» Data for processing
◆ ◆ ◆
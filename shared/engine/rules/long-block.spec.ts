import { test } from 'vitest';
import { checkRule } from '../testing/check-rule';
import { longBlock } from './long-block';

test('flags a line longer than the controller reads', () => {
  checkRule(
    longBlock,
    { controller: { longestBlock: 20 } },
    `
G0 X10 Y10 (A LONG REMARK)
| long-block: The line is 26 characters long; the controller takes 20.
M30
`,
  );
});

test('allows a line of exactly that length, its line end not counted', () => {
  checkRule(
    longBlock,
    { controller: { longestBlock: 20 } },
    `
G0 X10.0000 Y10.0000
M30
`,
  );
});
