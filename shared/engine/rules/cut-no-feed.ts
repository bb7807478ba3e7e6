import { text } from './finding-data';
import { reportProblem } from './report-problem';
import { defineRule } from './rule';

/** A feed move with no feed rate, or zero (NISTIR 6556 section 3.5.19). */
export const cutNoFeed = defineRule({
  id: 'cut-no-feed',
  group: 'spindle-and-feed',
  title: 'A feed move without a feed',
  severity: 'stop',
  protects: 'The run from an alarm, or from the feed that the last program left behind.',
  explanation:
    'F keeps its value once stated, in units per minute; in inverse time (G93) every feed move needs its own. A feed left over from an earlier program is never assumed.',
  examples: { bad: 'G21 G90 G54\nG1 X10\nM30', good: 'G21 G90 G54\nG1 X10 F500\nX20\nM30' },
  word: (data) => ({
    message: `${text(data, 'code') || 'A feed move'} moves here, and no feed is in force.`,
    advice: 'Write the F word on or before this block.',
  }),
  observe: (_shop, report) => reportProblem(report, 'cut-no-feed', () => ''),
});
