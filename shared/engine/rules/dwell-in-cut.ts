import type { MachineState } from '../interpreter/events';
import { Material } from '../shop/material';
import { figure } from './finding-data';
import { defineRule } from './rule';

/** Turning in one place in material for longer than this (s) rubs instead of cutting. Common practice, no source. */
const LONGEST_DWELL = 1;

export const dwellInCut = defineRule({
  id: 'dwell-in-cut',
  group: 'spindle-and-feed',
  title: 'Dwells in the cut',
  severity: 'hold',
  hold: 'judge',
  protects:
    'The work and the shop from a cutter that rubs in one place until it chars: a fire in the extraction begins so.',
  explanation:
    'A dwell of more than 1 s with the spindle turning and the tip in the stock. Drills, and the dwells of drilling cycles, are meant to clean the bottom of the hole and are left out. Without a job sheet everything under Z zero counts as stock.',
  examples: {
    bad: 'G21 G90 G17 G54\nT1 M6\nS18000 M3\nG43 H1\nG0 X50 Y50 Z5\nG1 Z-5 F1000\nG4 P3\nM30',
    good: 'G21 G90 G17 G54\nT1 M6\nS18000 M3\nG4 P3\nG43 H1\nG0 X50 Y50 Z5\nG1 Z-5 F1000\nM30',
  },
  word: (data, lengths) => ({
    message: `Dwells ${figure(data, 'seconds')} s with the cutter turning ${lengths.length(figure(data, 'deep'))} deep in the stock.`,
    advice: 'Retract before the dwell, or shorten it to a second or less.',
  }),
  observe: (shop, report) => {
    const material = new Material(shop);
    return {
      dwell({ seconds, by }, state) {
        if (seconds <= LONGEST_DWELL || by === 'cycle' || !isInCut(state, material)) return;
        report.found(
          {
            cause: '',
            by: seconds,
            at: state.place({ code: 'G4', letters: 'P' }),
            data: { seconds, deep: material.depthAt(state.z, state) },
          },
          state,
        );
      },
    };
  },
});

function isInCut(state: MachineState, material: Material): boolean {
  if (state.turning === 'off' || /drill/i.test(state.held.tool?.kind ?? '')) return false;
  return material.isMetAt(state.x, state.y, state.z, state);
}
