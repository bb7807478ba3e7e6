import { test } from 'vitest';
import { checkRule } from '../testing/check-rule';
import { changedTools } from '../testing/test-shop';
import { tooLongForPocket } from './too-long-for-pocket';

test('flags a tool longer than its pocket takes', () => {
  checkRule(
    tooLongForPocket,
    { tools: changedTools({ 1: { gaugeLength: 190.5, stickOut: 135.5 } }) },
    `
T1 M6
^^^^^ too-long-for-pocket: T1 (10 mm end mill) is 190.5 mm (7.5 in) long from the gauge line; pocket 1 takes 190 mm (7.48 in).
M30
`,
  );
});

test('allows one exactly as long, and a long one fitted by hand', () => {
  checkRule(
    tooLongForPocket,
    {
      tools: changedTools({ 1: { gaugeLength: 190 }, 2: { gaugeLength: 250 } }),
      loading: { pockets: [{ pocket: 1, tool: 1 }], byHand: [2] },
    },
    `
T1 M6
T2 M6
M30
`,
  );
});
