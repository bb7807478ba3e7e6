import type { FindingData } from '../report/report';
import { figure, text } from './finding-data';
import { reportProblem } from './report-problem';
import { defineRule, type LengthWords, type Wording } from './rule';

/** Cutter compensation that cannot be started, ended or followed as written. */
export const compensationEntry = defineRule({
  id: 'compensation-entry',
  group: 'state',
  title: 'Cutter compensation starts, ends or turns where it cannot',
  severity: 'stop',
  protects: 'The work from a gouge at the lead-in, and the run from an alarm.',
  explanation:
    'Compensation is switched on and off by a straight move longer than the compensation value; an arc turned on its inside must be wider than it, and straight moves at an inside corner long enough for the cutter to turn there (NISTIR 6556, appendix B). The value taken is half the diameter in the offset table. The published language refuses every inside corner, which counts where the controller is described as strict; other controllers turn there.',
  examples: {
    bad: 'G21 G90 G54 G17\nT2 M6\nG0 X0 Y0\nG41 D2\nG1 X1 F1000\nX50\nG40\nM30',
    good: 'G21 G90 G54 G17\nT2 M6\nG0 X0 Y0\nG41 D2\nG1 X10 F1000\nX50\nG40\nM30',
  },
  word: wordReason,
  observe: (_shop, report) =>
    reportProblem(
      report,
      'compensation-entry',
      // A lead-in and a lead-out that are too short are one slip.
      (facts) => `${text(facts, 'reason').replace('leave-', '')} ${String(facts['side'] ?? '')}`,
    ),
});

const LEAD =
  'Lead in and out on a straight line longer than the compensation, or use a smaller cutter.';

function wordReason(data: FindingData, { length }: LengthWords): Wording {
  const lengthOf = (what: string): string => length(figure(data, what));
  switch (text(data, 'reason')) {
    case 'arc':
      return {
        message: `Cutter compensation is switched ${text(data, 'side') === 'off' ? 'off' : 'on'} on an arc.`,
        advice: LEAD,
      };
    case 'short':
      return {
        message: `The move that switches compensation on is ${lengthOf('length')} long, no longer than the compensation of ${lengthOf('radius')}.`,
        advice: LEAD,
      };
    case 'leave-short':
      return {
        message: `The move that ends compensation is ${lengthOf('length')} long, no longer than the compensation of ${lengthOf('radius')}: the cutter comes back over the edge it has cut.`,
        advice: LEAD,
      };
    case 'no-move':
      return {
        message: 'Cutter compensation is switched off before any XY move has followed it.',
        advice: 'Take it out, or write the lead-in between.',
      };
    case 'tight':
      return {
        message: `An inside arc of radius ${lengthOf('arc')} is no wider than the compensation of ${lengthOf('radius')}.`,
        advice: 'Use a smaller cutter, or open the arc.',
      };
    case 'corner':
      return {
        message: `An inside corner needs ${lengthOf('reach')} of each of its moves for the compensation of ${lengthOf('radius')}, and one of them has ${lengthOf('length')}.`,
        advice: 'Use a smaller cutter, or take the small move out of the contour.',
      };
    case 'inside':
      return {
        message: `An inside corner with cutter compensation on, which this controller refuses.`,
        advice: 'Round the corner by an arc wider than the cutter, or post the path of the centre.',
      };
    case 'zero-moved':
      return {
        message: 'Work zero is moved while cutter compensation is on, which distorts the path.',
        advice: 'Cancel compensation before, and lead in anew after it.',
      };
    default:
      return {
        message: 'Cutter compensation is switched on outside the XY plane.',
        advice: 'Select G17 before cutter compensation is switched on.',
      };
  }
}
◆ ◆ ◆
» Task goal
Exactly as they stand above, write out all the entries again.

» Written response
filename shared/engine/rules/long-block.spec.ts
import { test } from 'vitest';
import { checkRule } from '../testing/check-rule';
import { longBlock } from './long-block';

test('flags a line longer than the controller reads', () => {
  checkRule(
    longBlock,
    { controller: { longestBlock: 20 } },
    `
G0 X10 Y10 (A LONG REMARK)
| long-block: The line is 26 characters long; the controller takes 20.
M30
`,
  );
});

test('allows a line of exactly that length, its line end not counted', () => {
  checkRule(
    longBlock,
    { controller: { longestBlock: 20 } },
    `
G0 X10.0000 Y10.0000
M30
`,
  );
});
filename shared/engine/rules/cut-no-feed.ts
repository bb7807478ba3e7e6
import { text } from './finding-data';
import { reportProblem } from './report-problem';
import { defineRule } from './rule';

/** A feed move with no feed rate, or zero (NISTIR 6556 section 3.5.19). */
export const cutNoFeed = defineRule({
  id: 'cut-no-feed',
  group: 'spindle-and-feed',
  title: 'A feed move without a feed',
  severity: 'stop',
  protects: 'The run from an alarm, or from the feed that the last program left behind.',
  explanation:
    'F keeps its value once stated, in units per minute; in inverse time (G93) every feed move needs its own. A feed left over from an earlier program is never assumed.',
  examples: { bad: 'G21 G90 G54\nG1 X10\nM30', good: 'G21 G90 G54\nG1 X10 F500\nX20\nM30' },
  word: (data) => ({
    message: `${text(data, 'code') || 'A feed move'} moves here, and no feed is in force.`,
    advice: 'Write the F word on or before this block.',
  }),
  observe: (_shop, report) => reportProblem(report, 'cut-no-feed', () => ''),
});
filename shared/engine/rules/dwell-in-cut.ts
import type { MachineState } from '../interpreter/events';
import { Material } from '../shop/material';
import { figure } from './finding-data';
import { defineRule } from './rule';

/** Turning in one place in material for longer than this (s) rubs instead of cutting. Common practice, no source. */
const LONGEST_DWELL = 1;

export const dwellInCut = defineRule({
  id: 'dwell-in-cut',
  group: 'spindle-and-feed',
  title: 'Dwells in the cut',
  severity: 'hold',
  hold: 'judge',
  protects:
    'The work and the shop from a cutter that rubs in one place until it chars: a fire in the extraction begins so.',
  explanation:
    'A dwell of more than 1 s with the spindle turning and the tip in the stock. Drills, and the dwells of drilling cycles, are meant to clean the bottom of the hole and are left out. Without a job sheet everything under Z zero counts as stock.',
  examples: {
    bad: 'G21 G90 G17 G54\nT1 M6\nS18000 M3\nG43 H1\nG0 X50 Y50 Z5\nG1 Z-5 F1000\nG4 P3\nM30',
    good: 'G21 G90 G17 G54\nT1 M6\nS18000 M3\nG4 P3\nG43 H1\nG0 X50 Y50 Z5\nG1 Z-5 F1000\nM30',
  },
  word: (data, lengths) => ({
    message: `Dwells ${figure(data, 'seconds')} s with the cutter turning ${lengths.length(figure(data, 'deep'))} deep in the stock.`,
    advice: 'Retract before the dwell, or shorten it to a second or less.',
  }),
  observe: (shop, report) => {
    const material = new Material(shop);
    return {
      dwell({ seconds, by }, state) {
        if (seconds <= LONGEST_DWELL || by === 'cycle' || !isInCut(state, material)) return;
        report.found(
          {
            cause: '',
            by: seconds,
            at: state.place({ code: 'G4', letters: 'P' }),
            data: { seconds, deep: material.depthAt(state.z, state) },
          },
          state,
        );
      },
    };
  },
});

function isInCut(state: MachineState, material: Material): boolean {
  if (state.turning === 'off' || /drill/i.test(state.held.tool?.kind ?? '')) return false;
  return material.isMetAt(state.x, state.y, state.z, state);
}
repository bb7807478ba3e7e6
import { test } from 'vitest';
import { checkRule } from '../testing/check-rule';
import { changedTools } from '../testing/test-shop';
import { tooLongForPocket } from './too-long-for-pocket';

test('flags a tool longer than its pocket takes', () => {
  checkRule(
    tooLongForPocket,
    { tools: changedTools({ 1: { gaugeLength: 190.5, stickOut: 135.5 } }) },
    `
T1 M6
^^^^^ too-long-for-pocket: T1 (10 mm end mill) is 190.5 mm (7.5 in) long from the gauge line; pocket 1 takes 190 mm (7.48 in).
M30
`,
  );
});

test('allows one exactly as long, and a long one fitted by hand', () => {
  checkRule(
    tooLongForPocket,
    {
      tools: changedTools({ 1: { gaugeLength: 190 }, 2: { gaugeLength: 250 } }),
      loading: { pockets: [{ pocket: 1, tool: 1 }], byHand: [2] },
    },
    `
T1 M6
T2 M6
M30
`,
  );
});
repository bb7807478ba3e7e6
import type { FindingData } from '../report/report';
import { figure, text } from './finding-data';
import { reportProblem } from './report-problem';
import { defineRule, type LengthWords, type Wording } from './rule';

/** Cutter compensation that cannot be started, ended or followed as written. */
export const compensationEntry = defineRule({
  id: 'compensation-entry',
  group: 'state',
  title: 'Cutter compensation starts, ends or turns where it cannot',
  severity: 'stop',
  protects: 'The work from a gouge at the lead-in, and the run from an alarm.',
  explanation:
    'Compensation is switched on and off by a straight move longer than the compensation value; an arc turned on its inside must be wider than it, and straight moves at an inside corner long enough for the cutter to turn there (NISTIR 6556, appendix B). The value taken is half the diameter in the offset table. The published language refuses every inside corner, which counts where the controller is described as strict; other controllers turn there.',
  examples: {
    bad: 'G21 G90 G54 G17\nT2 M6\nG0 X0 Y0\nG41 D2\nG1 X1 F1000\nX50\nG40\nM30',
    good: 'G21 G90 G54 G17\nT2 M6\nG0 X0 Y0\nG41 D2\nG1 X10 F1000\nX50\nG40\nM30',
  },
  word: wordReason,
  observe: (_shop, report) =>
    reportProblem(
      report,
      'compensation-entry',
      // A lead-in and a lead-out that are too short are one slip.
      (facts) => `${text(facts, 'reason').replace('leave-', '')} ${String(facts['side'] ?? '')}`,
    ),
});

const LEAD =
  'Lead in and out on a straight line longer than the compensation, or use a smaller cutter.';

function wordReason(data: FindingData, { length }: LengthWords): Wording {
  const lengthOf = (what: string): string => length(figure(data, what));
  switch (text(data, 'reason')) {
    case 'arc':
      return {
        message: `Cutter compensation is switched ${text(data, 'side') === 'off' ? 'off' : 'on'} on an arc.`,
        advice: LEAD,
      };
    case 'short':
      return {
        message: `The move that switches compensation on is ${lengthOf('length')} long, no longer than the compensation of ${lengthOf('radius')}.`,
        advice: LEAD,
      };
    case 'leave-short':
      return {
        message: `The move that ends compensation is ${lengthOf('length')} long, no longer than the compensation of ${lengthOf('radius')}: the cutter comes back over the edge it has cut.`,
        advice: LEAD,
      };
    case 'no-move':
      return {
        message: 'Cutter compensation is switched off before any XY move has followed it.',
        advice: 'Take it out, or write the lead-in between.',
      };
    case 'tight':
      return {
        message: `An inside arc of radius ${lengthOf('arc')} is no wider than the compensation of ${lengthOf('radius')}.`,
        advice: 'Use a smaller cutter, or open the arc.',
      };
    case 'corner':
      return {
        message: `An inside corner needs ${lengthOf('reach')} of each of its moves for the compensation of ${lengthOf('radius')}, and one of them has ${lengthOf('length')}.`,
        advice: 'Use a smaller cutter, or take the small move out of the contour.',
      };
    case 'inside':
      return {
        message: `An inside corner with cutter compensation on, which this controller refuses.`,
        advice: 'Round the corner by an arc wider than the cutter, or post the path of the centre.',
      };
    case 'zero-moved':
      return {
        message: 'Work zero is moved while cutter compensation is on, which distorts the path.',
        advice: 'Cancel compensation before, and lead in anew after it.',
      };
    default:
      return {
        message: 'Cutter compensation is switched on outside the XY plane.',
        advice: 'Select G17 before cutter compensation is switched on.',
      };
  }
}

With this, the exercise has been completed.